• **WORK ORDER**
Exactly as they appear, copy the lines from the start of the entries below to the line containing "addition, the reference", both ends included.

• **INFORMATION SUPPLIED**

■ ■ ■ ■ ■ ■ ■

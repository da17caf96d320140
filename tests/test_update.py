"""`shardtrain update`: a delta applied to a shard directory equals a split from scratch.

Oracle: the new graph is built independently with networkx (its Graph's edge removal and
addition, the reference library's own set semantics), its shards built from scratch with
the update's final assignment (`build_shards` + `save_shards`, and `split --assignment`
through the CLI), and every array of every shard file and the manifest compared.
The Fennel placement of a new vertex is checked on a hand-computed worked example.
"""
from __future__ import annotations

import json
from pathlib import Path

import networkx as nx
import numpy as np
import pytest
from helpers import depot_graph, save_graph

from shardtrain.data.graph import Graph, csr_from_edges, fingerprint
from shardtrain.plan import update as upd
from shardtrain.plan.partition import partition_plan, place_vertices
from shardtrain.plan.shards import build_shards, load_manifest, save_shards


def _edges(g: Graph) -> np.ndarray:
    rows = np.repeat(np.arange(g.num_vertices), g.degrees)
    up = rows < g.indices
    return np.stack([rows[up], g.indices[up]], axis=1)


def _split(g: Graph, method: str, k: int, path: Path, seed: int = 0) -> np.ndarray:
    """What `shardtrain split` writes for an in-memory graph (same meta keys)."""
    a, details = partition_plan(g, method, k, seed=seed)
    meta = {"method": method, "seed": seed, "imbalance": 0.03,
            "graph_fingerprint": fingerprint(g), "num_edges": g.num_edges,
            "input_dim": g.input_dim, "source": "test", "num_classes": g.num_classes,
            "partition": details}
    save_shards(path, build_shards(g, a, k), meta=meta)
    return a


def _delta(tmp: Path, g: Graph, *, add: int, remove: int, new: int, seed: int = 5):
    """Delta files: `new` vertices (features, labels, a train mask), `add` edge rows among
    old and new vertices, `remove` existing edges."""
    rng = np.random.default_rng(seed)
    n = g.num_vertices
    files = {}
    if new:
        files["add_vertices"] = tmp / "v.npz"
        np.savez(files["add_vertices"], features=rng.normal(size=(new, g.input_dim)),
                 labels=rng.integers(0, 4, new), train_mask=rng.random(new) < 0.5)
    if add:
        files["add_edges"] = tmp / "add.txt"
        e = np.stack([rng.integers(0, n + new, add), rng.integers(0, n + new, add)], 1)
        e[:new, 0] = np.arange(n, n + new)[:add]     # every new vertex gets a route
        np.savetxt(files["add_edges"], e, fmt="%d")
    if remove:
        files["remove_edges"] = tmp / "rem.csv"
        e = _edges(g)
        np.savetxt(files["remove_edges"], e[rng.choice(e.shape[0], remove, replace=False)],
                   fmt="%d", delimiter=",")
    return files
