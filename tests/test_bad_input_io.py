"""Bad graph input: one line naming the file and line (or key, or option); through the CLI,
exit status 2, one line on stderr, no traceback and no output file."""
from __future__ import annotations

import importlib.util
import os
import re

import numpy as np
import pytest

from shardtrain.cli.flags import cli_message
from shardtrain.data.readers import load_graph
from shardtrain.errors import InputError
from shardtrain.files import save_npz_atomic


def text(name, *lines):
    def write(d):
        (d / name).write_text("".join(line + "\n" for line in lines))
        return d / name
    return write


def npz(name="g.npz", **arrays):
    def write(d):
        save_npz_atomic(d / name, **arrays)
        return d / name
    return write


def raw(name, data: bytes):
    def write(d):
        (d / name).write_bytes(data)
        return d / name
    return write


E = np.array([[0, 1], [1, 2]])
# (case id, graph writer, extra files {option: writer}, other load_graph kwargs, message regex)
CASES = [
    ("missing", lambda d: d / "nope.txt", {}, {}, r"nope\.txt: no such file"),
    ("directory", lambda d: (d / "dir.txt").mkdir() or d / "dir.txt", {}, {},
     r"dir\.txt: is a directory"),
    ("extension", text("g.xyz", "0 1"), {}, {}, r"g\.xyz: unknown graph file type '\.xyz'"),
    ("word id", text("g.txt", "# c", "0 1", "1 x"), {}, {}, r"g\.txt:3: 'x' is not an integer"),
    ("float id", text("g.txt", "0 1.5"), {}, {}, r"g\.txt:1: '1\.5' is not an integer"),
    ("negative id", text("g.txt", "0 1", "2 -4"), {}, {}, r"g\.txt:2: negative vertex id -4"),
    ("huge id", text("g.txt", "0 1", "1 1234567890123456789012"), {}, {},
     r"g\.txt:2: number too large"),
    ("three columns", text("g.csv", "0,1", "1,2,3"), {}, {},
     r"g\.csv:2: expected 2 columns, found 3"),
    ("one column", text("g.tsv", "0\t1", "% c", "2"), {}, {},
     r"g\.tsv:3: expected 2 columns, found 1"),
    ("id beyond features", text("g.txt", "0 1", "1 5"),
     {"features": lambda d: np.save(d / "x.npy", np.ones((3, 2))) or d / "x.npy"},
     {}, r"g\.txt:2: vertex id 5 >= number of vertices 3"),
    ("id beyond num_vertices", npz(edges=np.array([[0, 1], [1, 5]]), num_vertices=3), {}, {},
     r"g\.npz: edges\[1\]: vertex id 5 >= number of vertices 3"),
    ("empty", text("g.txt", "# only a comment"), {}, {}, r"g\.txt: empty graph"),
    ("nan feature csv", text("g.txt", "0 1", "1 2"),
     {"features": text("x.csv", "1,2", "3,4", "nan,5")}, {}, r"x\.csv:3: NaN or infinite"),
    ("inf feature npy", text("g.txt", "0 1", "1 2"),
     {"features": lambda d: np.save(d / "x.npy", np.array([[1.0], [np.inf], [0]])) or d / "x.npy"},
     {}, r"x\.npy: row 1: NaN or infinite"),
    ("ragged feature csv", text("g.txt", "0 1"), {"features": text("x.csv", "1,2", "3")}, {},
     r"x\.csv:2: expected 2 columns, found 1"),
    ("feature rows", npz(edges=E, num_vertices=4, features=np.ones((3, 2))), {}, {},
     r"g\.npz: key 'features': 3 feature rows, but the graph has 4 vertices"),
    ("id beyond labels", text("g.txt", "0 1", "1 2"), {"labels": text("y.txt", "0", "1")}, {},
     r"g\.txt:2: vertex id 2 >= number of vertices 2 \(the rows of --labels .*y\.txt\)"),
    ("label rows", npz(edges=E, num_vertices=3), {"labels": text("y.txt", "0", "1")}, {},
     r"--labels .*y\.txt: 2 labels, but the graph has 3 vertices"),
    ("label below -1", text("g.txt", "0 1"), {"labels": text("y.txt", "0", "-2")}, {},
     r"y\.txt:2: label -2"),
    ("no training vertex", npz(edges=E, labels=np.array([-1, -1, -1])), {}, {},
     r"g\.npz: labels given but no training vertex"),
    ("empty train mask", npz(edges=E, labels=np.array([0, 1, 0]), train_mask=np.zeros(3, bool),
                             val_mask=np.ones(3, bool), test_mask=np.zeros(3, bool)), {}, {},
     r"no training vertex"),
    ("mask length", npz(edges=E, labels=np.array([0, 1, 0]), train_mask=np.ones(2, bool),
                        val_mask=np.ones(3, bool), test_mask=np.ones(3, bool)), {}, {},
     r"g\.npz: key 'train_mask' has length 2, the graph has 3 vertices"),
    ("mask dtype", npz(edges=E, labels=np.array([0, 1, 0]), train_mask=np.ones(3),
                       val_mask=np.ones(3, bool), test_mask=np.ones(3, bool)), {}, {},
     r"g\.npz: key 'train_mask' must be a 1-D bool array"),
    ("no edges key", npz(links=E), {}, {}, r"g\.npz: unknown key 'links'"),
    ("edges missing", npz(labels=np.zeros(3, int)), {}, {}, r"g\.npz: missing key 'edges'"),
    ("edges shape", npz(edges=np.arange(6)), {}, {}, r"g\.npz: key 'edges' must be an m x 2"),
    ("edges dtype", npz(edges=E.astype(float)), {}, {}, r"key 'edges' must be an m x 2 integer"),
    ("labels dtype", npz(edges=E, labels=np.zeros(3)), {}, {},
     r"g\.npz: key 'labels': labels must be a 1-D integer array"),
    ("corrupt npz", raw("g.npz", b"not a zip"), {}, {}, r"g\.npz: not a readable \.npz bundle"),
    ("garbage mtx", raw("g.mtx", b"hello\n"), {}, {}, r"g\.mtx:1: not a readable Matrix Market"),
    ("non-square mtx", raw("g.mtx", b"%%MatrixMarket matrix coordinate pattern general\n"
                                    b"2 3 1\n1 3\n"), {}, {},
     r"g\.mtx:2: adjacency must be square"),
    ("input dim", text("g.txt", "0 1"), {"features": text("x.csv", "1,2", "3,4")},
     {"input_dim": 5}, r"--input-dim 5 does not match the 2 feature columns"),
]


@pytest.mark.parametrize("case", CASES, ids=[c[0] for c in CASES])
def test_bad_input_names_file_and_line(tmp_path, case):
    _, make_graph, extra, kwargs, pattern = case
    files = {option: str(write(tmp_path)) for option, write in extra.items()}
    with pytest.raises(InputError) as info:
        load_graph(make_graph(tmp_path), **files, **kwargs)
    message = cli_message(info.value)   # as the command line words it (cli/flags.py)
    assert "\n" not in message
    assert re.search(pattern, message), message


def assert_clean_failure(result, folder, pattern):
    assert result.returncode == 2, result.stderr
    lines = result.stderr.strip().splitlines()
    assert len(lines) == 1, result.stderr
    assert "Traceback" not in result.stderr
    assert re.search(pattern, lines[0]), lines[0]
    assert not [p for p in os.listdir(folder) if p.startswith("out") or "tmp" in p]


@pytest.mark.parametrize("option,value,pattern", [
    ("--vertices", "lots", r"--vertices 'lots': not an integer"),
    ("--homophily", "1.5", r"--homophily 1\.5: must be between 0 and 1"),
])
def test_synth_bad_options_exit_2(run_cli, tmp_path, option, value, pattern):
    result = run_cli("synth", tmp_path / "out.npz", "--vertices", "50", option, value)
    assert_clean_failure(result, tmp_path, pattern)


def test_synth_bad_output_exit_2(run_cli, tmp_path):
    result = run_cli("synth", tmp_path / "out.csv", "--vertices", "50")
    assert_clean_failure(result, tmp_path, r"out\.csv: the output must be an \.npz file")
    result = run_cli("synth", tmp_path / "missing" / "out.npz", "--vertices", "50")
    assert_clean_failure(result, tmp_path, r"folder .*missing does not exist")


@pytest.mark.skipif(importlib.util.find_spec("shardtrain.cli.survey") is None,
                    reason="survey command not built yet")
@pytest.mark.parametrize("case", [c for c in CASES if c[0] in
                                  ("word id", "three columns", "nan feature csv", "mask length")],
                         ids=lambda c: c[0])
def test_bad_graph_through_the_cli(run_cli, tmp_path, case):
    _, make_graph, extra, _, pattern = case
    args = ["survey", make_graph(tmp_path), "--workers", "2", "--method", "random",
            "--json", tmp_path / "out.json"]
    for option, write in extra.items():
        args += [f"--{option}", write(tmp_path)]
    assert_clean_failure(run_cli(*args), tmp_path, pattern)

■ ■ ■ ■ ■ ■ ■

• **EXERCISE RESPONSE**
repository da17caf96d320140
filename tests/test_update.py
"""`shardtrain update`: a delta applied to a shard directory equals a split from scratch.

Oracle: the new graph is built independently with networkx (its Graph's edge removal and
addition, the reference library's own set semantics), its shards built from scratch with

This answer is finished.